(Information shown begins)

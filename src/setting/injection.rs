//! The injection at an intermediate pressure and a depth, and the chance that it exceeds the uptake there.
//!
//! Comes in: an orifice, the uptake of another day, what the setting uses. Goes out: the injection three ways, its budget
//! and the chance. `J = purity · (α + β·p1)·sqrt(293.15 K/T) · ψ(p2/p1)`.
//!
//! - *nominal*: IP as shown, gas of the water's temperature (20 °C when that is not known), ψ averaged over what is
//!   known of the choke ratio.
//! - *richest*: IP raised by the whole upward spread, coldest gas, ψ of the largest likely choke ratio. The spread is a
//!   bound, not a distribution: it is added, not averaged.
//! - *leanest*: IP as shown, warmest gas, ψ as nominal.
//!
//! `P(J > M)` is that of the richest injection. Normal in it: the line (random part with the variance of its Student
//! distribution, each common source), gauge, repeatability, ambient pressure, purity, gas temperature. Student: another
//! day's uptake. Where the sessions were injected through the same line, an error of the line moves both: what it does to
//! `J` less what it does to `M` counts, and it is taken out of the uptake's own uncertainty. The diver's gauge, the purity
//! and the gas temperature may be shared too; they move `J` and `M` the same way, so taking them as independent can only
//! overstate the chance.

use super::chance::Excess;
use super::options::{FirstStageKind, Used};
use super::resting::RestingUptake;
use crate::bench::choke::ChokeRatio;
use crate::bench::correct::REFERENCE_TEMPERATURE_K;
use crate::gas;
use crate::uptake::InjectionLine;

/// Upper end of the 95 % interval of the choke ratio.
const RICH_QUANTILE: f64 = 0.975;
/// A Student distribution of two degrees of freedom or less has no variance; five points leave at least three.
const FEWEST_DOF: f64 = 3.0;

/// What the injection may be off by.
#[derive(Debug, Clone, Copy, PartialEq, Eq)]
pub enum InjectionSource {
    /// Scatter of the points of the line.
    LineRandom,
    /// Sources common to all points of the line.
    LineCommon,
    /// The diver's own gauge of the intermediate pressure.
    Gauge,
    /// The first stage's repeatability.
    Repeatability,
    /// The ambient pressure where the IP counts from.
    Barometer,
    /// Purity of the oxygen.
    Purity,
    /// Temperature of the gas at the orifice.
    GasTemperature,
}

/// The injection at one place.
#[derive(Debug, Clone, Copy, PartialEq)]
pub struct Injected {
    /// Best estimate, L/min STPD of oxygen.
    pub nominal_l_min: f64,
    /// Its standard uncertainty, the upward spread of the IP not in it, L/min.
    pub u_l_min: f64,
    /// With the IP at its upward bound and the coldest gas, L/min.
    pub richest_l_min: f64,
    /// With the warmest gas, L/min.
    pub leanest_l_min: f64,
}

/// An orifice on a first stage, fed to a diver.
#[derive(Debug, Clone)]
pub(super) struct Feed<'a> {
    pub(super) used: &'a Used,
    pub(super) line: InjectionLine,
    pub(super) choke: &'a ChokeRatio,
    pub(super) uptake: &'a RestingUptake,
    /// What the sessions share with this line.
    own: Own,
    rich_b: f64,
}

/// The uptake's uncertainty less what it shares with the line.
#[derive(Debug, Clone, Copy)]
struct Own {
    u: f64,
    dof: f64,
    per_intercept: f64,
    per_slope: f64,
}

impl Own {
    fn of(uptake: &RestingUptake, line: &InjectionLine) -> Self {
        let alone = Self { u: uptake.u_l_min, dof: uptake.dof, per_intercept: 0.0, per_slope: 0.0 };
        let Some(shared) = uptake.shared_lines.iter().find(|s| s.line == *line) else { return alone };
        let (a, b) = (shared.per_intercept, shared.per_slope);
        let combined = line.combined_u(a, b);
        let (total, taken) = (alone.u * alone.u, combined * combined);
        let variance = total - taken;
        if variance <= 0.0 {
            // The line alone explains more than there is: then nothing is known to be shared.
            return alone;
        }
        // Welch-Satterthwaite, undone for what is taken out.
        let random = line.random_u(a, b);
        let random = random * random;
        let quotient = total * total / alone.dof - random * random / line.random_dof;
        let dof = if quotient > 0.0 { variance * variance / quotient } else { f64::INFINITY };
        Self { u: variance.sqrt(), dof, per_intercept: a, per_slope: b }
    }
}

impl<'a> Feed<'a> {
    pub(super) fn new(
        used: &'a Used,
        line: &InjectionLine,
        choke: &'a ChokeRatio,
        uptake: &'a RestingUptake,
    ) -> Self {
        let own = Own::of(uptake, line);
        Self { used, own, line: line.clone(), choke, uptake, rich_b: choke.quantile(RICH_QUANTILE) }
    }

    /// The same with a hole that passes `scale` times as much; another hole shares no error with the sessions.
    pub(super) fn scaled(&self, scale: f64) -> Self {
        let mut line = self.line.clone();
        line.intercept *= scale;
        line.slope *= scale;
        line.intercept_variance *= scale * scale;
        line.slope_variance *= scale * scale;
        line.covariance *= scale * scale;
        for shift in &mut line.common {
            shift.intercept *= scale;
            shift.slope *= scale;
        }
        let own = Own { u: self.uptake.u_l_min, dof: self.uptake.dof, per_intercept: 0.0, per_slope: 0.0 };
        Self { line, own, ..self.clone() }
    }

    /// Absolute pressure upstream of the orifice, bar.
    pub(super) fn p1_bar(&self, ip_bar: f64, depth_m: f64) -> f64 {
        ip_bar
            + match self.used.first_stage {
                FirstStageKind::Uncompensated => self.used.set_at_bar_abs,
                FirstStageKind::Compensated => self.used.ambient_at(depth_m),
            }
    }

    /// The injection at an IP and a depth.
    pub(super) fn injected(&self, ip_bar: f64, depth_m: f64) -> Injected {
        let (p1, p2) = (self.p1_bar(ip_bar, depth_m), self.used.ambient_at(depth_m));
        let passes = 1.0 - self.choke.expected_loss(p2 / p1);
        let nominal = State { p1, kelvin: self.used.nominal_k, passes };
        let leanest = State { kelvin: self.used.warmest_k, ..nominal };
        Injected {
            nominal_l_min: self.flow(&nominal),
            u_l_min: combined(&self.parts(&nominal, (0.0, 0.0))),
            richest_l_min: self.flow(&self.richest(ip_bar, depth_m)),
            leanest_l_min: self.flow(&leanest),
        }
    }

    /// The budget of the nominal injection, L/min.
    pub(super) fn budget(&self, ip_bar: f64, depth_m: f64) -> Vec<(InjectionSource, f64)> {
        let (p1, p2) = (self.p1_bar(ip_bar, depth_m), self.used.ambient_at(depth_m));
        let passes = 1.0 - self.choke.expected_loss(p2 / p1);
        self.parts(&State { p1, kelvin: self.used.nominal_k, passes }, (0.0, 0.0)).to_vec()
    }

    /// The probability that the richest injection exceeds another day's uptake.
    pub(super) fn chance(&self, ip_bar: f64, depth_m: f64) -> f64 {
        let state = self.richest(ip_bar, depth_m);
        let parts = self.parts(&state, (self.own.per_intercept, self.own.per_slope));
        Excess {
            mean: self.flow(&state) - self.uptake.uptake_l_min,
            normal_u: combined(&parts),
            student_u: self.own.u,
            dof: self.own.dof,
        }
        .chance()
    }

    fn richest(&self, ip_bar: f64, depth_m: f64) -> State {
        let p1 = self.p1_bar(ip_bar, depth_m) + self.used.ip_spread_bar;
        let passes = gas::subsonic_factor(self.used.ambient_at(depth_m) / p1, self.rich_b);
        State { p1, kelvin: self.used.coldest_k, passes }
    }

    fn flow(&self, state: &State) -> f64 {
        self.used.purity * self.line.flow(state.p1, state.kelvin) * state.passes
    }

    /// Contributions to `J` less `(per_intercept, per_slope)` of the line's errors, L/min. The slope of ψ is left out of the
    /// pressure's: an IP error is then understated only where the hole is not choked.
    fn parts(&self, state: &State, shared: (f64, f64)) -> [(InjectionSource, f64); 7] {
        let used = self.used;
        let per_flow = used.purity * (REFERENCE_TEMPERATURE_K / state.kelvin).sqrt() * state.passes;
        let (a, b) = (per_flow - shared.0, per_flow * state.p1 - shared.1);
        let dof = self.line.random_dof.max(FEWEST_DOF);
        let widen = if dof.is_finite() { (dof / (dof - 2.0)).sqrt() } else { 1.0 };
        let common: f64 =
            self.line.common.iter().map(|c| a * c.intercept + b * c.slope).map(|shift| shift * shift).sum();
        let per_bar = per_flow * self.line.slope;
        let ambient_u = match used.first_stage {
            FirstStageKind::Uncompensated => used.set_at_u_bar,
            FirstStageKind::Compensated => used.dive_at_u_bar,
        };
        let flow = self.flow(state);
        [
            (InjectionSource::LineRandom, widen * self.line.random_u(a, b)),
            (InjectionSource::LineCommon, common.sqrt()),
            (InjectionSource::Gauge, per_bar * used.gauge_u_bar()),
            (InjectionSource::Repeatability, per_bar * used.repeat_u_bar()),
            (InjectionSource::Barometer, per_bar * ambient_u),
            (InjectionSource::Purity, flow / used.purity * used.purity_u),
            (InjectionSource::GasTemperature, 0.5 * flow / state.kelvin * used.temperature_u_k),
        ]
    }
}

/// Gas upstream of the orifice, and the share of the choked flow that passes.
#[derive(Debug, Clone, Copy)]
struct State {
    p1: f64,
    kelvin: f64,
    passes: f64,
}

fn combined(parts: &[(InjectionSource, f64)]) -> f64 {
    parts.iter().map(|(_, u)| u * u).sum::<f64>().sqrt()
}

(Information shown ends)
(Information shown begins)

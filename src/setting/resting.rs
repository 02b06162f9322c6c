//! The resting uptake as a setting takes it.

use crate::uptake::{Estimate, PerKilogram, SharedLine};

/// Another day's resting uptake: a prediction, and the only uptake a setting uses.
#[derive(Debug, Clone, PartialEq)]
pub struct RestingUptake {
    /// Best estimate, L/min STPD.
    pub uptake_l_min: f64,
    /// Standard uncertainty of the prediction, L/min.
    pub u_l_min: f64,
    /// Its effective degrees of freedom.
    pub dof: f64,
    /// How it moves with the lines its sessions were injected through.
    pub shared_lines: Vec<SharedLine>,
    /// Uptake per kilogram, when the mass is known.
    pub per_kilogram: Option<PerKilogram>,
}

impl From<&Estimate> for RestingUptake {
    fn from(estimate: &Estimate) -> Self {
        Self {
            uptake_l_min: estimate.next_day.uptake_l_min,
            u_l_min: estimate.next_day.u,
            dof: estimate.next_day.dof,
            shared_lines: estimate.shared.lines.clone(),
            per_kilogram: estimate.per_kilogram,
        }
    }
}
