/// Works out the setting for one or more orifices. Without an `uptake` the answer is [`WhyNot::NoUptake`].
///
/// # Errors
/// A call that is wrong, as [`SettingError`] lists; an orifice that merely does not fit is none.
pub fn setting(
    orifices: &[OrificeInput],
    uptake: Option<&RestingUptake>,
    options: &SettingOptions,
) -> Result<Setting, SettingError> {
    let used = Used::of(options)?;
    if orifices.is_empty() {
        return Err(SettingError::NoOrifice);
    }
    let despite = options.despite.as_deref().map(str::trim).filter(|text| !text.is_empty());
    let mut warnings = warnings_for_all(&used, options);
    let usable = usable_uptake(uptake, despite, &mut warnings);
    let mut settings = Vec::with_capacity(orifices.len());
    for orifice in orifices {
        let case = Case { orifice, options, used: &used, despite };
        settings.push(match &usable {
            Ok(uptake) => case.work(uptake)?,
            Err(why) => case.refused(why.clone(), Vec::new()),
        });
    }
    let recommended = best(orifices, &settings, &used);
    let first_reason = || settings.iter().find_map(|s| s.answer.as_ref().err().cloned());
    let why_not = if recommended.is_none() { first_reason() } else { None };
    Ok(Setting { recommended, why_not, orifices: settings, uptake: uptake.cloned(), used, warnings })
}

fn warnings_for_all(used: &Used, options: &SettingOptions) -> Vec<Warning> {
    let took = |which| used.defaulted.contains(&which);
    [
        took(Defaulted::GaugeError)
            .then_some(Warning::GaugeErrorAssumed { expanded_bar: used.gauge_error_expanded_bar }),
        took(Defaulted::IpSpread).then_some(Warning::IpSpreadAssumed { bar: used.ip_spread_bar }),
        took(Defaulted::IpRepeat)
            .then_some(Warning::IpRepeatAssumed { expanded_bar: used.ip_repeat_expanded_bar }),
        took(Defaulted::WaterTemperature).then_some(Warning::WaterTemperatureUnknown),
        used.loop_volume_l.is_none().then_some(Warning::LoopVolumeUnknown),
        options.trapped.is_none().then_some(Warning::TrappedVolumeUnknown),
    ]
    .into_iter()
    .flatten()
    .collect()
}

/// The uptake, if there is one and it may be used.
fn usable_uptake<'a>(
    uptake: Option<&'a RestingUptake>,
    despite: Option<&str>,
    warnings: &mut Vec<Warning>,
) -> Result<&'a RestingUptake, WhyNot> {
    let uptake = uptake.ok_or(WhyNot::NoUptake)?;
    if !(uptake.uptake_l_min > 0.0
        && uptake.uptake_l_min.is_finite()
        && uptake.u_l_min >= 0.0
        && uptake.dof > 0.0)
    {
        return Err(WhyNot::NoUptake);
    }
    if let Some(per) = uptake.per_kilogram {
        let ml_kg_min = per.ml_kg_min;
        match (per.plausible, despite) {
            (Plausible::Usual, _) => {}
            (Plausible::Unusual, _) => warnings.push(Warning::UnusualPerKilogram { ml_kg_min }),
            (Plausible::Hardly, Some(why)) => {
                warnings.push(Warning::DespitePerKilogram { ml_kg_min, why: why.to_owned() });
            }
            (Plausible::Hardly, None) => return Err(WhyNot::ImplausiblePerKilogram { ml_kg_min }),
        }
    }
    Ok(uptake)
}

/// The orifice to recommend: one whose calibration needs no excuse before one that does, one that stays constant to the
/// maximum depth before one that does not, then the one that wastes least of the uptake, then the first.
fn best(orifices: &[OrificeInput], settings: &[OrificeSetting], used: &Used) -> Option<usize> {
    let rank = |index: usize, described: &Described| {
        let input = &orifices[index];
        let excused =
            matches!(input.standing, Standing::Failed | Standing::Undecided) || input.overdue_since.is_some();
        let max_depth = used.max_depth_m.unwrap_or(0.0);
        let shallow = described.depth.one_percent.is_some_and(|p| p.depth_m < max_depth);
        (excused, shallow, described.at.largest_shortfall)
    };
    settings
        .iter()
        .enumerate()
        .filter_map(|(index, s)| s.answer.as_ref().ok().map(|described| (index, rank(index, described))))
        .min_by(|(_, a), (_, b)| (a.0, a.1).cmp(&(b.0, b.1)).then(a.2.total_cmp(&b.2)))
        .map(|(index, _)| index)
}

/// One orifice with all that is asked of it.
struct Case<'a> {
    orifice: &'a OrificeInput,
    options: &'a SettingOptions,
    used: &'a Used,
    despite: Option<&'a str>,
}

(Information shown ends)

Whenever a line in the records above contains the string "WhyNot", copy that line.

/// Works out the setting for one or more orifices. Without an `uptake` the answer is [`WhyNot::NoUptake`].
) -> Result<&'a RestingUptake, WhyNot> {
    let uptake = uptake.ok_or(WhyNot::NoUptake)?;
        return Err(WhyNot::NoUptake);
            (Plausible::Hardly, None) => return Err(WhyNot::ImplausiblePerKilogram { ml_kg_min }),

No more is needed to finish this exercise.